In Aquila, Ulrichs was visited by John Addington Symonds (1840–1893), who provided a sympathetic portrait of Ulrichs as an individual along with a useful précis of his third-sex theory in A Problem in Modern Ethics (1881). In Germany, Richard von Krafft-Ebing (1840–1902) credited Ulrichs with first drawing his attention to homosexuals, these "stepchildren of nature" (Ulrichs, vol. 2, p. 512), and Sigmund Freud (1856–1939) commented, albeit disparagingly, on Ulrichs's theory in his Three Essays on Sexuality (1905). Magnus Hirschfeld (1868–1935) admiringly noted that Ulrichs single-handedly developed virtually the entire platform of the homosexual emancipation movement that finally came into being at the close of the nineteenth century, including proposals of a homosexual journal, a national petition to repeal the antisodomy statute, and even a "bond of love" or civil union "analogous to" heterosexual marriage (vol. 1, p. 234). In their private correspondence, Karl Marx (1818–1883) and Friedrich Engels (1820–1895) commented on Ulrichs's writings, remarking that "the pederasts" were beginning to count themselves and to notice that they formed an organizable minority.

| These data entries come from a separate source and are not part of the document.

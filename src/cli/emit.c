/* limbeck emit: the model as C, two files in a folder, and three more for a solver. */
#include <stdio.h>
#include <stdlib.h>
#include <string.h>

#include "cli/files.h"
#include "cli/session.h"

enum { HEADER, SOURCE, GLUE_HEADER, GLUE_SOURCE, EXAMPLE, MOST_FILES };

/* The files on their way to the disk: two, or five with the glue to a solver. */
typedef struct output {
    char *name;
    int count;
    lb_text *text[MOST_FILES];
    char *path[MOST_FILES];
    pending_file pending[MOST_FILES];
} output;

static void output_clear(output *o)
{
    for (int i = 0; i < MOST_FILES; i++) {
        files_abandon(&o->pending[i]);
        lb_text_free(o->text[i]);
        free(o->path[i]);
    }
    free(o->name);
}

static char *choose_name(const options *given)
{
    if (given->name)
        return strdup(given->name);
    return lb_emit_name(strcmp(given->file, "-") == 0 ? "mechanism" : given->file);
}

static const char *const endings[][MOST_FILES] = {
    [LB_SOLVER_NONE] = {".h", ".c", NULL, NULL, NULL},
    [LB_SOLVER_GSL] = {".h", ".c", "_gsl.h", "_gsl.c", "_gsl_main.c"},
    [LB_SOLVER_CVODES] = {".h", ".c", "_cvodes.h", "_cvodes.c", "_cvodes_main.c"},
};

/* The texts and the paths, nothing on the disk yet. */
static lb_status compose(const session *s, output *o, lb_error *error)
{
    lb_emit_options emit_options = {.solver = s->given->solver};
    *error = (lb_error){.code = LB_E_NOMEM};
    o->count = emit_options.solver == LB_SOLVER_NONE ? GLUE_HEADER : MOST_FILES;
    emit_options.name = o->name = choose_name(s->given);
    if (!o->name)
        return LB_E_NOMEM;
    for (int i = 0; i < o->count; i++) {
        o->text[i] = lb_text_new();
        o->path[i] = files_join(s->given->output, o->name, endings[emit_options.solver][i]);
        if (!o->text[i] || !o->path[i])
            return LB_E_NOMEM;
    }
    lb_status status = lb_emit(s->network, &emit_options, o->text[HEADER], o->text[SOURCE], error);
    if (status == LB_OK && o->count == MOST_FILES)
        status = lb_emit_glue(s->network, &emit_options, o->text[GLUE_HEADER], o->text[GLUE_SOURCE],
                              o->text[EXAMPLE], error);
    return status;
}

/* All files or none: each is complete beside its place before one is renamed. */
static lb_status save(const session *s, output *o, lb_error *error)
{
    lb_status status = files_make_folder(s->given->output, error);
    for (int i = 0; status == LB_OK && i < o->count; i++) {
        size_t length;
        const char *bytes = lb_text_get(o->text[i], &length);
        status = files_prepare(o->path[i], bytes, length, &o->pending[i], error);
    }
    for (int i = 0; status == LB_OK && i < o->count; i++)
        status = files_commit(&o->pending[i], error);
    return status;
}

/* What was written, on standard output. */
static int announce(session *s, const output *o)
{
    if (s->given->json) {
        lb_emit_paths paths = {o->path[HEADER], o->path[SOURCE], o->path[GLUE_HEADER], o->path[GLUE_SOURCE],
                               o->path[EXAMPLE]};
        return session_print(s, lb_json_emit(s->network, s->diagnostics, &paths, s->text));
    }
    bool has_failed = false;
    for (int i = 0; !s->given->quiet && i < o->count; i++)
        has_failed = has_failed || printf("%s\n", o->path[i]) < 0;
    if (has_failed || fflush(stdout))
        return session_fail_status(s, LB_E_IO);
    return EXIT_ANSWERED;
}

static int emit(session *s)
{
    output o = {0};
    lb_error error;
    int result;
    lb_status status = compose(s, &o, &error);
    if (status == LB_E_ARG && s->given->name)
        result = session_fail_usage(s, &error);
    else if (status != LB_OK || save(s, &o, &error) != LB_OK)
        result = session_fail(s, &error);
    else
        result = announce(s, &o);
    output_clear(&o);
    return result;
}

static int run(const options *given)
{
    if (!given->output) {
        lb_error error = {.code = LB_E_ARG,
                          .message = "emit needs the folder to write to",
                          .remedy = "write -o FOLDER; it is made if it is missing, and `-o .` is this one"};
        return session_report(given, &error, NULL, EXIT_USAGE);
    }
    session s;
    int result = session_open(&s, given);
    if (result == EXIT_ANSWERED) {
        session_warn(&s);
        result = emit(&s);
    }
    session_close(&s);
    return result;
}

static const option_spec own[] = {
    {OPTION_OUTPUT, "--output", 'o', "FOLDER", "where NAME.h and NAME.c go; made if missing"},
    {OPTION_NAME, "--name", 0, "NAME", "prefix of the names in the C, and of the files (the file's name)"},
    {OPTION_FOR, "--for", 0, "LIBRARY", "gsl or cvodes: glue to its solvers and an example program as well"},
};

const command command_emit = {
    .name = "emit",
    .usage = "emit FILE -o FOLDER [options]",
    .summary = "the model as C: right-hand side, Jacobian, parameter derivatives",
    .about = "Write NAME.h and NAME.c: rates, right-hand side, dense and sparse analytic\n"
             "Jacobian and derivatives by the constants, in C99 that needs nothing but the\n"
             "mathematical library. The C is yours, under any terms. With --for, NAME_gsl.h,\n"
             "NAME_gsl.c and NAME_gsl_main.c (or NAME_cvodes...) as well: callbacks for that\n"
             "library and a program that integrates and prints comma-separated values.\n",
    .examples = "  limbeck emit bath.mech -o model/\n"
                "  limbeck emit bath.mech -o . --name bath_2\n"
                "  cc -std=c99 -c model/bath.c\n"
                "  limbeck emit bath.mech -o model/ --for cvodes\n",
    .own = own,
    .own_count = sizeof own / sizeof *own,
    .run = run,
};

Although he estimated that homosexuals constituted just 0.2 to 0.4 percent of the German adult male population, Ulrichs indeed recognized that homosexuals constituted a minority that could demand its "inalienable … civil rights" from "despotic majorities" (vol. 2, pp. 605, 547). He fully anticipated the identity politics of the late twentieth century by placing homosexuals on a par with other oppressed minorities and reminding his fellow homosexuals of their duty to practice solidarity "on the side of the victims of violence and abuse: whether they are called Poles, Hanoverians, Jews, Catholics" (vol. 2, p. 547). By the early twenty-first century, German homosexual activists had successfully lobbied to have streets in Aurich, Hanover, Bremen, and Munich named in his honor.

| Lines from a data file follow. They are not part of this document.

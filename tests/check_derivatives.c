/* Jacobians and derivatives by constants, of the tables and of the emitted C, against
 * complex-step differentiation of the rates (Squire and Trapp, SIAM Rev. 40 (1998) 110),
 * on random networks.
 *
 * The reference evaluates the network's rate expressions in complex numbers, with its
 * own arithmetic, and knows nothing of the derivatives that limbeck builds.  Beside each
 * value it carries the sum of the magnitudes of the terms that make it, and of those
 * that make its derivative: rounding errors are measured against these. */
#include <complex.h>
#include <math.h>
#include <stdio.h>
#include <stdlib.h>
#include <string.h>

#include "emitted.h"
#include "model/network.h"
#include "random_network.h"
#include "support.h"

enum { NETWORKS = 200, BATCH = 50 };

static const double STEP = 1e-100, TOLERANCE = 1e-12;

/* A value and its derivative (imag/STEP); magnitudes of the terms of both. */
typedef struct traced {
    double complex z;
    double size, slope;
} traced;

/* ---- Complex arithmetic of the rate laws --------------------------------------------- */

static traced trace_product(traced a, traced b)
{
    return (traced){a.z * b.z, a.size * b.size, a.slope * b.size + a.size * b.slope};
}

static traced trace_quotient(traced a, traced b)
{
    double bottom = cabs(b.z);
    return (traced){a.z / b.z, a.size / bottom, a.slope / bottom + a.size * b.slope / (bottom * bottom)};
}

static double complex complex_power(double complex x, double complex n)
{
    double whole = creal(n);
    if (cimag(n) != 0 || whole != floor(whole) || fabs(whole) > 100)
        return creal(x) <= 0 ? 0 : cexp(n * clog(x));
    double complex result = 1;
    for (int i = 0; i < (int)fabs(whole); i++)
        result *= x;
    return whole < 0 ? 1 / result : result;
}

static traced trace_power(traced x, traced n)
{
    double complex z = complex_power(x.z, n.z);
    double value = cabs(z), base = cabs(x.z), order = creal(n.z);
    double by_exponent = n.slope > 0 && base > 0 ? value * fabs(log(base)) * n.slope : 0;
    double by_base = base > 0 ? fabs(order) * value / base * x.slope : 0;
    return (traced){z, value, by_base + by_exponent};
}

static traced trace_logarithm(traced a, double scale)
{
    double argument = cabs(a.z);
    double complex z = clog(a.z) / scale;
    return (traced){z, cabs(z) + a.size / argument, a.slope / argument / scale};
}

static traced trace_node(const expression_node *node, traced a, traced b)
{
    double complex z;
    switch (node->kind) {
    case EXPRESSION_NUMBER:   return (traced){node->value, fabs(node->value), 0};
    case EXPRESSION_ADD:      return (traced){a.z + b.z, a.size + b.size, a.slope + b.slope};
    case EXPRESSION_SUBTRACT: return (traced){a.z - b.z, a.size + b.size, a.slope + b.slope};
    case EXPRESSION_MULTIPLY: return trace_product(a, b);
    case EXPRESSION_DIVIDE:   return trace_quotient(a, b);
    case EXPRESSION_NEGATE:   return (traced){-a.z, a.size, a.slope};
    case EXPRESSION_POWER:    return trace_power(a, b);
    case EXPRESSION_EXP:      z = cexp(a.z); return (traced){z, cabs(z) * (1 + a.size), cabs(z) * (1 + a.size) * a.slope};
    case EXPRESSION_LN:       return trace_logarithm(a, 1);
    case EXPRESSION_LOG10:    return trace_logarithm(a, log(10));
    default:                  ck_abort_msg("a rate law has no node of kind %d", (int)node->kind);
    }
    return a;
}

/* All nodes at (x, k), with a step in one of them: leaf kind and index. */
static void trace_graph(const lb_network *net, const double *x, const double *k, expression_kind leaf, int index,
                        traced *values)
{
    for (size_t e = 0; e < net->graph.count; e++) {
        const expression_node *node = &net->graph.nodes[e];
        if (node->kind == EXPRESSION_STATE || node->kind == EXPRESSION_CONSTANT) {
            double value = node->kind == EXPRESSION_STATE ? x[node->left] : k[node->left];
            bool is_turned = node->kind == leaf && node->left == index;
            values[e] = (traced){value + (is_turned ? STEP * I : 0), fabs(value), is_turned};
        } else if (node->kind == EXPRESSION_NUMBER) {
            values[e] = trace_node(node, (traced){0, 0, 0}, (traced){0, 0, 0});
        } else {
            values[e] = trace_node(node, values[node->left], values[node->right >= 0 ? node->right : node->left]);
        }
    }
}

static traced trace_coefficient(const network_entry *entry, const traced *values)
{
    if (entry->expression != EXPRESSION_NONE)
        return values[entry->expression];
    double value = (double)entry->num / (double)entry->den;
    return (traced){value, fabs(value), 0};
}

/* dx/dt and its derivative in the turned direction, [n]. */
static void trace_rhs(const lb_network *net, const traced *values, traced *dxdt)
{
    memset(dxdt, 0, (size_t)net->states * sizeof *dxdt);
    for (int s = 0; s < net->step_count; s++) {
        const network_step *step = &net->steps[s];
        for (int e = 0; e < step->entry_count; e++) {
            traced term = trace_product(trace_coefficient(&step->entries[e], values), values[step->rate]);
            traced *sum = &dxdt[step->entries[e].state];
            *sum = (traced){sum->z + term.z, sum->size + term.size, sum->slope + term.slope};
        }
    }
}

/* ---- One network --------------------------------------------------------------------- */

/* What one engine says at a point. */
typedef struct answers {
    double *v, *dxdt, *J, *sparse, *D;
} answers;

typedef struct bench {
    lb_network *net;
    lb_system *system;
    lb_evaluator *evaluator;
    int n, m, r, z;
    const int *column_start, *row;
    double *x, *k;
    answers table, emitted;
} bench;

static answers answers_new(const bench *b)
{
    size_t n = (size_t)b->n, m = (size_t)b->m;
    return (answers){calloc((size_t)b->r + 1, sizeof(double)), calloc(n, sizeof(double)),
                     calloc(n * n, sizeof(double)), calloc((size_t)b->z + 1, sizeof(double)),
                     calloc(n * m + 1, sizeof(double))};
}

static void answers_free(answers *a)
{
    free(a->v);
    free(a->dxdt);
    free(a->J);
    free(a->sparse);
    free(a->D);
}

static bench bench_new(lb_network *net)
{
    bench b = {.net = net};
    lb_error err = {.code = LB_OK};
    ck_assert(net != NULL);
    ck_assert_msg(lb_system_new(net, &b.system, &err) == LB_OK, "%s", err.message);
    ck_assert_msg(lb_evaluator_new(b.system, &b.evaluator, &err) == LB_OK, "%s", err.message);
    b.n = lb_network_states(net);
    b.m = lb_network_constants(net);
    b.r = lb_network_steps(net);
    b.z = lb_system_nonzeros(b.system);
    b.column_start = lb_system_column_start(b.system);
    b.row = lb_system_rows(b.system);
    b.x = calloc((size_t)b.n, sizeof(double));
    b.k = calloc((size_t)b.m + 1, sizeof(double));
    for (int i = 0; i < b.m; i++)
        b.k[i] = lb_network_default(net, i);
    ck_assert_msg(lb_evaluator_bind(b.evaluator, b.k, &err) == LB_OK, "%s", err.message);
    b.table = answers_new(&b);
    b.emitted = answers_new(&b);
    return b;
}

static void bench_free(bench *b)
{
    answers_free(&b->table);
    answers_free(&b->emitted);
    free(b->x);
    free(b->k);
    lb_evaluator_free(b->evaluator);
    lb_system_free(b->system);
    lb_network_free(b->net);
}

static void ask_both(bench *b, const emitted_model *model)
{
    lb_rates(b->evaluator, b->x, b->table.v);
    lb_rhs(b->evaluator, b->x, b->table.dxdt);
    lb_jacobian(b->evaluator, b->x, b->table.J);
    lb_jacobian_sparse(b->evaluator, b->x, b->table.sparse);
    lb_dfdk(b->evaluator, b->x, b->table.D);
    model->rates(0, b->x, b->k, b->emitted.v);
    model->rhs(0, b->x, b->k, b->emitted.dxdt);
    model->jacobian(0, b->x, b->k, b->emitted.J);
    model->jacobian_sparse(0, b->x, b->k, b->emitted.sparse);
    model->dfdk(0, b->x, b->k, b->emitted.D);
}

static void compare(const char *what, int network, int i, int j, double got, double want, double magnitude)
{
    ck_assert_msg(fabs(got - want) <= TOLERANCE * magnitude,
                  "network %d, %s (%d, %d): %.17g, by complex step %.17g, magnitude %g", network, what, i, j, got,
                  want, magnitude);
}

static void check_pattern(const bench *b, const emitted_model *model)
{
    ck_assert_mem_eq(model->column_start, b->column_start, ((size_t)b->n + 1) * sizeof(int));
    if (b->z > 0)
        ck_assert_mem_eq(model->row, b->row, (size_t)b->z * sizeof(int));
}

static void check_values(const bench *b, int network, const traced *values, const traced *dxdt)
{
    for (int s = 0; s < b->r; s++) {
        traced rate = values[b->net->steps[s].rate];
        compare("rate of the table", network, s, 0, b->table.v[s], creal(rate.z), rate.size);
        compare("emitted rate", network, s, 0, b->emitted.v[s], creal(rate.z), rate.size);
    }
    for (int i = 0; i < b->n; i++) {
        compare("dx/dt of the table", network, i, 0, b->table.dxdt[i], creal(dxdt[i].z), dxdt[i].size);
        compare("emitted dx/dt", network, i, 0, b->emitted.dxdt[i], creal(dxdt[i].z), dxdt[i].size);
    }
}

/* Column j of both Jacobians and of both sparse ones. */
static void check_column(const bench *b, int network, int j, const traced *dxdt)
{
    int p = b->column_start[j];
    for (int i = 0; i < b->n; i++) {
        double want = cimag(dxdt[i].z) / STEP, magnitude = dxdt[i].slope;
        size_t place = (size_t)i + (size_t)j * (size_t)b->n;
        compare("Jacobian of the table", network, i, j, b->table.J[place], want, magnitude);
        compare("emitted Jacobian", network, i, j, b->emitted.J[place], want, magnitude);
        bool is_entry = p < b->column_start[j + 1] && b->row[p] == i;
        if (is_entry) {
            compare("sparse Jacobian of the table", network, i, j, b->table.sparse[p], want, magnitude);
            compare("emitted sparse Jacobian", network, i, j, b->emitted.sparse[p], want, magnitude);
            p++;
        } else {
            compare("entry outside the pattern", network, i, j, 0, want, 0);
        }
    }
    ck_assert_int_eq(p, b->column_start[j + 1]);
}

See alsoFreud, Sigmund; Hirschfeld, Magnus; Homosexuality and Lesbianism; Krafft-Ebing, Richard von; Symonds, John Addington.

bibliography

Primary Sources

Ulrichs, Karl Heinrich. The Riddle of "Man-Manly" Love: The Pioneering Work on Male Homosexuality. 2 vols. Translated by Michael A. Lombardi-Nash. Buffalo, N.Y., 1994.

Secondary Sources

Kennedy, Hubert. "Karl Heinrich Ulrichs: First Theorist of Homosexuality." In Science and Homosexualities, edited by Vernon A. Rosario, 26–45. New York, 1997.

——. Karl Heinrich Ulrichs: Pioneer of the Modern Gay Movement. 2nd ed. San Francisco, 2005.